Exercise data START

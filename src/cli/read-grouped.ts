/**
 * Reading a trials file into groups for fitting, hashing its bytes in the
 * same pass, with a progress line: the one way `fit` and `field-check` read
 * trials, so a reader added for one serves both. A Parquet file, a glob of
 * shards or a latency resolution goes through embedded DuckDB
 * (`engine/read-with-duckdb.ts`, loaded only then); one CSV file without a
 * resolution through the built-in reader, its latencies exact.
 */
import { type Result, ok } from '../issues.js';
import { PART_WORKER_URL } from '../io/part-worker-url.js';
import { readGroupedTrialsFile } from '../io/read-trials.js';
import { mergeGroups } from '../model/collapse.js';
import type { GroupedTrials } from '../model/collapsed-trials.js';
import { DEFAULT_LATENCY_STEP_MS } from '../engine/grouping-sql.js';
import type { DuckDbLoader } from '../engine/load-duckdb.js';
import { needsEngine } from '../engine/needs-engine.js';
import type { ProgressLine } from './progress.js';

/** How {@link readGrouped} reads. */
export interface ReadGroupedOptions {
  /** Latency resolution of the grouping in ms (through DuckDB); default exact for one CSV file, {@link DEFAULT_LATENCY_STEP_MS} through DuckDB. */
  readonly latencyStepMs?: number;
  /** `attempts`: hits/attempts rows are counts of independent attempts (the grouping statement's output), fitted as the attempts would be. */
  readonly counts?: 'rounds' | 'attempts';
  /** How DuckDB is imported (tests). */
  readonly loader?: DuckDbLoader;
  /**
   * Read Parquet and globs through DuckDB (default true). `field-check` says false: its bands need each
   * row's exact latency, which the grouping rounds, so it reads one CSV file as before.
   */
  readonly engine?: boolean;
  /** Threads for the built-in reader (see `ReadTrialsOptions.threads`); default 1. */
  readonly threads?: number;
}

/** Read the trials straight into groups, hashing the bytes read. */
export async function readGrouped(path: string, progress: ProgressLine, options: ReadGroupedOptions = {}): Promise<Result<{ grouped: GroupedTrials; sha256: string }>> {
  const read = await readGroupedSource(path, progress, options);
  if (!read.ok || options.counts !== 'attempts' || read.value.grouped.shape === 'per_attempt') return read;
  // Counts of attempts: merged like attempts and fitted with the Bernoulli likelihood (n = attempts), as the rows they count.
  const { grouped, sha256 } = read.value;
  return ok({ grouped: { ...grouped, shape: 'per_attempt', groups: mergeGroups(grouped.groups) }, sha256 }, read.warnings);
}

async function readGroupedSource(path: string, progress: ProgressLine, options: ReadGroupedOptions): Promise<Result<{ grouped: GroupedTrials; sha256: string }>> {
  if (options.engine !== false && (options.latencyStepMs !== undefined || needsEngine(path))) {
    const { readGroupedWithDuckDb } = await import('../engine/read-with-duckdb.js');
    const read = await readGroupedWithDuckDb(path, {
      latencyStepMs: options.latencyStepMs ?? DEFAULT_LATENCY_STEP_MS,
      onProgress: (stage) => progress.update(() => stage),
      ...(options.loader === undefined ? {} : { loader: options.loader }),
    });
    return read.ok ? ok({ grouped: read.value.grouped, sha256: read.value.sha256 }, read.warnings) : read;
  }
  const read = await readGroupedTrialsFile(path, {
    onProgress: (rows) => progress.update(() => `read ${rows.toLocaleString('en-GB')} rows`),
    sha256: true,
    ...(options.threads === undefined ? {} : { threads: options.threads, split: { workerUrl: PART_WORKER_URL } }),
  });
  if (!read.ok) return read;
  const { sha256, ...grouped } = read.value;
  return ok({ grouped, sha256: sha256 ?? '' }, read.warnings);
}
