/** `--latency-step <ms>` (of `fit` and `grouping-sql`): the grouping's latency resolution. */
import { type Issue, error, show } from '../issues.js';

/** The resolution in ms: a finite number above 0 and at most 60,000 (the format's largest latency); an issue otherwise. */
export function latencyStepOption(text: string, issues: Issue[]): number {
  const value = Number(text);
  if (text.trim() === '' || !Number.isFinite(value) || value <= 0 || value > 60_000) {
    issues.push(error('invalid_option', '--latency-step', `\`--latency-step\` requires a number of ms above 0 and at most 60000, got ${show(text)}`));
  }
  return value;
}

Exercise data END

» Work to complete
The answer must be every line of the records that holds the string "threads".

» Output for this exercise
  /** Threads for the built-in reader (see `ReadTrialsOptions.threads`); default 1. */
  readonly threads?: number;
    ...(options.threads === undefined ? {} : { threads: options.threads, split: { workerUrl: PART_WORKER_URL } }),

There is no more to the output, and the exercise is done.